AUTHORS' CONCLUSIONS: Robust evidence is lacking but based on the available results gonadotrophins might be the most effective drugs when IUI is combined with ovarian hyperstimulation. When gonadotrophins are applied it might be done on a daily basis. When gonadotrophins are used for ovarian stimulation low dose protocols are advised since pregnancy rates do not differ from pregnancy rates which result from high dose regimen, whereas the chances to encounter negative effects from ovarian stimulation such as multiples and OHSS are limited with low dose gonadotrophins. Further research is needed for each comparison made.

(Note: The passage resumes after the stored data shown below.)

"""The result file: one HDF5 file per job, written through a temporary name.

Layout (all names are ours; see README "Result file"):

    /                      attrs: file_kind, format_version, config (YAML),
                           versions, seed, replicates, created, complete,
                           diverged, cycles_done
    /replicate   (replicate,)        dimension scale, 0..R-1
    /cycle       (cycle,)            dimension scale, 1..K
    /time        (cycle,)            model time of each analysis
    /first_bad_cycle (replicate,)    first cycle with a non-finite value, -1 if none
    /<series>    (replicate, cycle[, rank])   per-cycle diagnostics, chunked, compressed
    /truth, /observations, /forecast_mean, /analysis_mean  (replicate, cycle, variable|station), optional
    /analysis_ensemble (replicate, snapshot, member, variable), optional, every k-th cycle
    /summary                         attrs: time means after burn-in over replicates, with
                                     <name>_low / <name>_high (95% interval)
    /summary/<series> (replicate,)   the same time means per replicate (and <series>_halfwidth)
    /summary/rank_* (replicate, rank) rank counts summed after burn-in

The file is created as ``<output>.partial`` next to the final path and
renamed only when complete, so a killed run never leaves a file at the final
name. ``read_result`` refuses files that are not assimbench results.
"""

import os
from dataclasses import dataclass
from typing import NamedTuple

import h5py
import numpy as np
import yaml

FILE_KIND = "assimbench result"
FORMAT_VERSION = 1
PARTIAL_SUFFIX = ".partial"


class ResultFileError(ValueError):
    """A file that is not a complete, readable assimbench result; one-line message."""


class Layout(NamedTuple):
    """One stored dataset: long name, units, dimensions (replicate first, then the
    growing dimension "cycle" or "snapshot", then fixed ones) and dtype."""

    long_name: str
    units: str
    dims: tuple
    dtype: type = np.float64


class ResultWriter:
    """Stream per-cycle datasets into a new result file, chunk by chunk.

    ``layouts`` maps dataset names to :class:`Layout`; ``coordinates`` maps each
    fixed dimension name (variable, station, member, rank) to its values.
    Use as a context manager: an exception inside leaves the partial file
    marked ``complete = False`` under its temporary name and never renames it.
    """

    def __init__(self, path: str, replicates: int, interval: float, layouts: dict, coordinates: dict, attrs: dict):
        self.path = os.path.abspath(path)
        self.partial_path = self.path + PARTIAL_SUFFIX
        os.makedirs(os.path.dirname(self.path), exist_ok=True)
        self._file = h5py.File(self.partial_path, "w")
        self._interval = float(interval)
        self._cycles = 0
        f = self._file
        f.attrs.update({"file_kind": FILE_KIND, "format_version": FORMAT_VERSION, "complete": False})
        f.attrs.update(attrs)
        scales = {"replicate": self._scale("replicate", np.arange(replicates), "replicate (independent seed)", "1")}
        scales["cycle"] = self._scale("cycle", None, "analysis cycle number", "1")
        if any("snapshot" in layout.dims for layout in layouts.values()):
            scales["snapshot"] = self._scale("snapshot", None, "cycle number of a stored ensemble", "1")
        names = {"variable": "state variable index", "station": "grid position of the observing station",
                 "member": "ensemble member", "rank": "rank of the verifying value among the members"}
        for dim, values in coordinates.items():
            scales[dim] = self._scale(dim, np.asarray(values), names.get(dim, dim), "1")
        time = f.create_dataset("time", shape=(0,), maxshape=(None,), dtype=np.float64, chunks=(4096,))
        time.attrs["long_name"] = "model time of the analysis"
        time.attrs["units"] = "model time units"
        time.dims[0].attach_scale(scales["cycle"])
        self._scales = scales
        self._layouts = layouts
        for name, layout in layouts.items():
            fixed = tuple(len(scales[d]) for d in layout.dims[2:])
            chunk_len = max(1, min(1024, (1 << 20) // (8 * replicates * int(np.prod(fixed or (1,))))))
            ds = f.create_dataset(
                name,
                shape=(replicates, 0) + fixed,
                maxshape=(replicates, None) + fixed,
                dtype=layout.dtype,
                chunks=(replicates, chunk_len) + fixed,
                compression="gzip",
                compression_opts=4,
                shuffle=True,
            )
            ds.attrs["long_name"] = layout.long_name
            ds.attrs["units"] = layout.units
            if layout.dims[1] == "cycle":
                ds.attrs["coordinates"] = "time"  # netCDF convention: time is an auxiliary coordinate
            for axis, dim in enumerate(layout.dims):
                ds.dims[axis].attach_scale(scales[dim])

    def _scale(self, name, values, long_name, units):
        f = self._file
        if values is None:
            ds = f.create_dataset(name, shape=(0,), maxshape=(None,), dtype=np.int64, chunks=(4096,))
        else:
            ds = f.create_dataset(name, data=values)
        ds.attrs["long_name"] = long_name
        ds.attrs["units"] = units
        ds.make_scale(name)
        return ds

    @staticmethod
    def _grow(ds, values):
        start = ds.shape[1]
        ds.resize(start + values.shape[1], axis=1)
        ds[:, start:] = values

    def append(self, series: dict, snapshot_cycles=()) -> None:
        """Append one chunk: cycle datasets get (replicates, L, ...) for the next L cycles;
        snapshot datasets get (replicates, S, ...) for the cycles listed in ``snapshot_cycles``."""
        f = self._file
        cycle_sets = [n for n, lay in self._layouts.items() if lay.dims[1] == "cycle"]
        length = series[cycle_sets[0]].shape[1]
        start, stop = self._cycles, self._cycles + length
        f["cycle"].resize((stop,))
        f["cycle"][start:stop] = np.arange(start + 1, stop + 1)
        f["time"].resize((stop,))
        f["time"][start:stop] = self._interval * np.arange(start + 1, stop + 1)
        for name, layout in self._layouts.items():
            if layout.dims[1] == "cycle":
                self._grow(f[name], np.asarray(series[name], dtype=layout.dtype))
            elif len(snapshot_cycles):
                self._grow(f[name], np.asarray(series[name], dtype=layout.dtype))
        if len(snapshot_cycles) and "snapshot" in f:
            snap = f["snapshot"]
            old = snap.shape[0]
            snap.resize((old + len(snapshot_cycles),))
            snap[old:] = snapshot_cycles
        self._cycles = stop
        f.attrs["cycles_done"] = stop
        f.flush()

    def finish(self, summary: dict, per_replicate: dict, totals: dict, first_bad_cycle, attrs: dict) -> str:
        """Write the summary, mark the file complete, close it and move it to its final name.

        summary: attribute name -> float; per_replicate: name -> (replicates,);
        totals: name -> (replicates, k) summed counts (dims from the layout)."""
        f = self._file
        bad = f.create_dataset("first_bad_cycle", data=np.asarray(first_bad_cycle, dtype=np.int64))
        bad.attrs["long_name"] = "first cycle that diverged (non-finite or beyond the divergence threshold); -1: none"
        bad.attrs["units"] = "1"
        bad.dims[0].attach_scale(self._scales["replicate"])
        group = f.create_group("summary")
        group.attrs.update({k: float(v) for k, v in summary.items()})
        for name, values in per_replicate.items():
            ds = group.create_dataset(name, data=np.asarray(values, dtype=np.float64))
            ds.attrs["long_name"] = "time mean after burn-in of " + name
            ds.attrs["units"] = "see the per-cycle dataset"
            ds.dims[0].attach_scale(self._scales["replicate"])
        for name, values in totals.items():
            ds = group.create_dataset(name, data=np.asarray(values, dtype=np.int64))
            ds.attrs["long_name"] = "counts summed over the cycles after burn-in of " + name
            ds.attrs["units"] = "count"
            ds.dims[0].attach_scale(self._scales["replicate"])
            ds.dims[1].attach_scale(self._scales[self._layouts[name].dims[2]])
        f.attrs.update(attrs)
        f.attrs["complete"] = True
        f.close()
        os.replace(self.partial_path, self.path)
        return self.path

    def close_incomplete(self) -> None:
        if self._file.id.valid:
            self._file.attrs["complete"] = False
            self._file.close()

    def __enter__(self):
        return self

    def __exit__(self, exc_type, exc, tb):
        if exc_type is not None:
            self.close_incomplete()
        return False


@dataclass
class StoredResult:
    """A result file read back: config (dict), series (name -> (R, K)), summary, attrs."""

    path: str
    config: dict
    series: dict
    summary: dict
    attrs: dict
    first_bad_cycle: np.ndarray


def read_result(path: str) -> StoredResult:
    """Read a complete result file; raise ResultFileError (one line) for anything else.

    Nothing stored in the file is unpickled or evaluated: the config is parsed
    with ``yaml.safe_load``.
    """
    try:
        f = h5py.File(path, "r")
    except (OSError, ValueError) as err:
        raise ResultFileError(f"{path}: not a readable HDF5 file ({err.__class__.__name__})") from None
    with f:
        if f.attrs.get("file_kind") != FILE_KIND:
            raise ResultFileError(f"{path}: not an assimbench result file")
        if not bool(f.attrs.get("complete", False)):
            raise ResultFileError(f"{path}: incomplete result (the run did not finish)")
        try:
            config = yaml.safe_load(str(f.attrs["config"]))
            names = [n for n in f if isinstance(f[n], h5py.Dataset) and f[n].ndim >= 2]
            series = {n: f[n][...] for n in names}
            summary = {k: float(v) for k, v in f["summary"].attrs.items()}
            attrs = {k: _plain(v) for k, v in f.attrs.items()}
            first_bad = f["first_bad_cycle"][...]
        except (KeyError, OSError, yaml.YAMLError) as err:
            raise ResultFileError(f"{path}: damaged result file ({err.__class__.__name__})") from None
    return StoredResult(path=path, config=config, series=series, summary=summary, attrs=attrs, first_bad_cycle=first_bad)


def write_result(result, path: str) -> str:
    """Write an in-memory :class:`assimbench.api.RunResult` (its diagnostics and summary;
    stored fields are written only while running) to ``path`` through a temporary name."""
    layouts = {name: result.layouts[name] for name in result.series}
    with ResultWriter(path, result.replicates, result.interval, layouts, result.coordinates, result.file_attrs) as writer:
        writer.append(result.series)
        return writer.finish(result.summary, result.per_replicate, result.totals, result.first_bad_cycle, result.finish_attrs)


def _plain(value):
    if isinstance(value, bytes):
        return value.decode()
    if isinstance(value, np.generic):
        return value.item()
    return value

宫腔内人工授精(IUI)联合卵巢过度刺激(OH)已被证明是治疗不育夫妇的一种有效方法。已经提出了几种联合IUI的卵巢刺激方案,但仍不清楚哪种刺激方案和哪种剂量最具成本效益。
评估适用于所有适应症的宫腔内人工授精的卵巢刺激方案。
我们检索了所有描述比较不同卵巢刺激方案后进行IUI的随机对照试验的出版物。我们检索了月经失调和不育症组的对照试验中央注册库(CENTRAL)。我们检索了MEDLINE(1966年1月至今)和EMBASE(1980年至今)的电子数据库。
本综述仅考虑纳入随机对照试验。选择并详细回顾了比较不同卵巢刺激方案联合IUI的试验。
两位独立的综述作者独立评估试验质量并提取数据。
纳入了涉及3957名女性的43项试验。本综述中有11项比较。由于缺乏活产率结果,此处报告了妊娠率。汇总了7项研究(n = 556),比较了促性腺激素与抗雌激素,结果显示促性腺激素的妊娠率显著更高(OR 1.8,95% CI 1.2至2.7)。5项研究(n = 313)比较了抗雌激素与芳香化酶抑制剂,报告无显著差异(OR 1.2,95% CI 0.64至2.1)。比较不同类型的促性腺激素(纳入9项研究,n = 576)也可得出相同结论。4项研究(n = 391)报告了添加GnRH激动剂的效果,虽未提高妊娠率(OR 0.98,95% CI 0.6至1.6),但导致多胎妊娠率显著更高(OR 2.9,95% CI 1.0至8)。3项研究(n = 299)的数据显示,没有令人信服的证据表明在促性腺激素中添加GnRH拮抗剂有效果(OR 1.5,95% CI 0.83至2.8)。2项研究(n = 297)的结果报告,没有证据表明将促性腺激素剂量加倍有益(OR 1.2,95% 0.67至1.9),尽管多胎妊娠率和卵巢过度刺激综合征(OHSS)发生率有所增加。对于其余5项比较,仅纳入了1项或未纳入任何研究。
缺乏有力证据,但根据现有结果,当IUI联合卵巢过度刺激时,促性腺激素可能是最有效的药物。应用促性腺激素时可每日进行。当使用促性腺激素进行卵巢刺激时,建议采用低剂量方案,因为低剂量方案的妊娠率与高剂量方案的妊娠率无差异,而低剂量促性腺激素导致卵巢刺激不良反应如多胎和OHSS的几率有限。对于所做的每项比较都需要进一步研究。